The Lord God said to the serpent, "Because you have done this, cursed are you above all livestock and above all beasts of the field; on your belly you shall go, and dust you shall eat all the days of your life. I will put enmity between you and the woman, and between your offspring and her offspring; he shall bruise your head, and you shall bruise his heel."
The reversal of the curse is promised in the coming of the Messiah and the fulfillment of his atoning work. Implicit in the third verse of Isaac Watts famous hymn is the promise of the new creation. But it won't come signing ecumenical statements, which are soon forgotten.
Welby thinks that mere mortals can change things; that we are the solution. He imagines that "we can make it happen. It is within our grasp". But is it? The Christian gospel says otherwise. We are burdened by our sinful natures; our capacity to sin and destruction is written into the warp and woof of our very beings. Look at the wars we start and where millions die. We drop atomic bombs and Chernobyl haunts a nation.
Steeped as he is in good Christian theology, Justin Welby rightly understands that the world needs to be remade. He knows that, "nature was subject to frustration" upon the first act of disobedience in the Garden of Eden. Welby is not wrong to note the need "to build a new world that leads to the flourishing of all beings and Creation," writes Jenner.
But his solution is sub-biblical and he is not consistent. He has invited nearly 1,000 bishops and their wives and partners to Canterbury next year, most of whom will arrive in planes that are one of the major sources of global pollution. Aviation is one of the fastest-growing sources of the greenhouse gas emissions driving global climate change. In fact, if the entire aviation sector were a country, it would be one of the top 10 carbon-polluting nations on the planet! Why not Zoom the whole thing!
The Bible is very clear that only Christ can make it happen. He's the only one qualified to reverse the effects of sin on our world, for He's the only one to have defeated sin and death. Christ crucified is absolutely key to any vision of a world remade. Frankly, to imagine ourselves as alternative saviours is risible, writes Jenner.

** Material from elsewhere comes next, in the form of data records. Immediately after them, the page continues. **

#include "core/model/bundle/bundle_validation.h"

#include <cmath>
#include <string>

#include "core/common/error.h"

namespace nucleate::model {
namespace {

template <typename Check>
void WithinField(const std::string& parent, Check check) {
  try {
    check();
  } catch (const Error& error) {
    throw error.WithinField(parent);
  }
}

std::string Indexed(const std::string& field, std::size_t index) {
  return field + "[" + std::to_string(index) + "]";
}

void ValidateSchedules(const ModelSchedules& s, const Architecture& architecture,
                       const schedule::ScheduleLimits& limits) {
  WithinField("lattice", [&] { schedule::ValidateVarianceParams(s.lattice, limits); });
  WithinField("coordinates", [&] { schedule::ValidateSigmaParams(s.coordinates, limits); });
  // Training draws one t for the whole cell; a respaced lattice table would number its steps
  // differently from the coordinates'. Respacing is a sampling choice, made after loading.
  if (s.lattice.respaced_steps != 0) {
    throw InvalidArgument("lattice.respaced_steps",
                          "is " + std::to_string(s.lattice.respaced_steps) +
                              "; a bundle stores the training schedule, which is not respaced");
  }
  if (s.coordinates.steps != s.lattice.steps) {
    throw InvalidArgument("coordinates.steps", "is " + std::to_string(s.coordinates.steps) +
                                                   ", differs from lattice.steps " +
                                                   std::to_string(s.lattice.steps) +
                                                   ": one time step drives all parts of a cell");
  }
  if (architecture.species_mode != SpeciesMode::kAbsorbing) return;
  WithinField("species", [&] { schedule::ValidateTransitionParams(s.species, limits); });
  if (s.species.kind != schedule::TransitionKind::kAbsorbing) {
    throw InvalidArgument("species.kind", "must be absorbing in species mode absorbing");
  }
  if (s.species.num_classes != architecture.species_tokens()) {
    throw InvalidArgument("species.num_classes", "is " + std::to_string(s.species.num_classes) +
                                                     ", the architecture has " +
                                                     std::to_string(architecture.species_tokens()) +
                                                     " species tokens (elements and the mask)");
  }
  if (s.species.steps != s.lattice.steps) {
    throw InvalidArgument("species.steps", "is " + std::to_string(s.species.steps) +
                                               ", differs from lattice.steps " +
                                               std::to_string(s.lattice.steps) +
                                               ": one time step drives all parts of a cell");
  }
}

void RequireMeanAndStd(const std::string& mean_field, double mean, const std::string& std_field,
                       double std) {
  if (!std::isfinite(mean)) throw InvalidArgument(mean_field, "is not a finite number");
  if (!std::isfinite(std) || !(std > 0.0)) {
    throw InvalidArgument(std_field, "must be a finite number > 0");
  }
}

void ValidateNormalisation(const NormalisationStatistics& n, const Architecture& architecture) {
  for (std::size_t i = 0; i < 6; ++i) {
    RequireMeanAndStd(Indexed("lattice_mean", i), n.lattice_mean[i], Indexed("lattice_std", i),
                      n.lattice_std[i]);
  }
  const std::size_t properties = architecture.properties.size();
  if (n.property_mean.size() != properties || n.property_std.size() != properties) {
    throw InvalidArgument("property_mean",
                          "has " + std::to_string(n.property_mean.size()) + " means and " +
                              std::to_string(n.property_std.size()) + " standard deviations for " +
                              std::to_string(properties) + " properties");
  }
  for (std::size_t i = 0; i < properties; ++i) {
    RequireMeanAndStd(Indexed("property_mean", i), n.property_mean[i], Indexed("property_std", i),
                      n.property_std[i]);
  }
}

void RequireHistogramLength(const std::string& field, std::size_t length, std::uint64_t max_atoms) {
  if (length > max_atoms + 1) {
    throw LimitExceeded(field, "covers cells of up to " + std::to_string(length - 1) +
                                   " atoms, above the limit of " + std::to_string(max_atoms));
  }
}

void ValidateTensors(const ModelBundle& bundle, const BundleLimits& limits) {
  const auto& tensors = bundle.layout.tensors();
  if (tensors.size() > limits.max_tensors) {
    throw LimitExceeded("tensors", std::to_string(tensors.size()) +
                                       " tensors, above the limit of " +
                                       std::to_string(limits.max_tensors));
  }
  if (bundle.layout.size() > limits.max_tensor_values) {
    throw LimitExceeded("tensors", std::to_string(bundle.layout.size()) +
                                       " values in all, above the limit of " +
                                       std::to_string(limits.max_tensor_values));
  }
  if (bundle.values.size() != bundle.layout.size()) {
    throw InvalidArgument("tensors", std::to_string(bundle.values.size()) +
                                         " values for a layout of " +
                                         std::to_string(bundle.layout.size()));
  }
  for (std::size_t k = 0; k < tensors.size(); ++k) {
    const nn::TensorSpec& spec = tensors[k];
    for (std::size_t i = 0; i < spec.size(); ++i) {
      const float value = bundle.values[spec.offset + i];
      if (!std::isfinite(value)) {
        throw InvalidArgument(Indexed("tensors", k),
                              "'" + spec.name + "' value " + std::to_string(i) + " (row " +
                                  std::to_string(i / spec.cols) + ", column " +
                                  std::to_string(i % spec.cols) + ") is not finite (" +
                                  (std::isnan(value) ? "NaN" : "infinite") + ")");
      }
    }
  }
}

bool IsLowercaseHexDigest(const std::string& text) {
  if (text.size() != 64) return false;
  for (char c : text) {
    if (!((c >= '0' && c <= '9') || (c >= 'a' && c <= 'f'))) return false;
  }
  return true;
}

}  // namespace

void ValidateModelBundle(const ModelBundle& bundle, const BundleLimits& limits) {
  const Architecture& architecture = bundle.architecture;
  WithinField("architecture", [&] { ValidateArchitecture(architecture, limits.architecture); });
  WithinField("schedules",
              [&] { ValidateSchedules(bundle.schedules, architecture, limits.schedule); });
  WithinField("normalisation", [&] { ValidateNormalisation(bundle.normalisation, architecture); });
  RequireHistogramLength("atom_counts.overall", bundle.atom_counts.overall.size(),
                         limits.max_histogram_atoms);
  for (std::size_t i = 0; i < bundle.atom_counts.by_crystal_system.size(); ++i) {
    RequireHistogramLength(Indexed("atom_counts.by_crystal_system", i),
                           bundle.atom_counts.by_crystal_system[i].size(),
                           limits.max_histogram_atoms);
  }
  ValidateTensors(bundle, limits);
  const std::string& hash = bundle.provenance.dataset_hash;
  if (!hash.empty() && !IsLowercaseHexDigest(hash)) {
    throw InvalidArgument("provenance.dataset_hash",
                          "must be 64 lowercase hexadecimal digits (a SHA-256) or empty");
  }
}

}  // namespace nucleate::model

Does this mean that Christians should not care for the environment? Are we nihilists about the environment? Indeed not. I belong to the Evangelical Environmental Network which argues that, biblically understood, "the environment" is actually part of God's creation, of which human beings are also a part. So why should we care for all of God's creation?
Because Christ died to reconcile all of creation to God (Col. 1:20).
All of creation belongs to Jesus (Col. 1:16; Ps. 24:1).
It fulfills the Great Commandments to love God and love what God loves. (It's hard to love a child with asthma when you're filling her lungs with pollution.)
Pollution hurts the poor the most, and Christians are called to care for the poor and the less powerful (Mt. 25:37-40).
Thus, caring for all of creation provides a Christian with the deepest sense of joy and contentment since it is part of loving God. We call this "creation-care."
We have been commanded to "fill the Earth and subdue it". We have been given the role of stewards and, since Creation is the theatre of God's glory, we would wish to see it thrive.
But we are subject to human limitations. We certainly can't usher in a "new heaven and a new Earth". It is only Christ who proclaims: "Behold, I make all things new."
The reality is, we can no more save our planet than we can save ourselves. The gospel of Greta is a false gospel. The message of Christ crucified is, indeed, our only hope. It is why the apostle Paul "resolved to know nothing ... except Jesus Christ and him crucified". Christ's victory over sin is declared to extend "far as the curse is found."
We are not permitted to dilute the message of the gospel that saves sinners. The church has been entrusted with the message of God's saving grace. The deeper truth is for the world to hear from Christian pulpits Christ crucified, not climate change.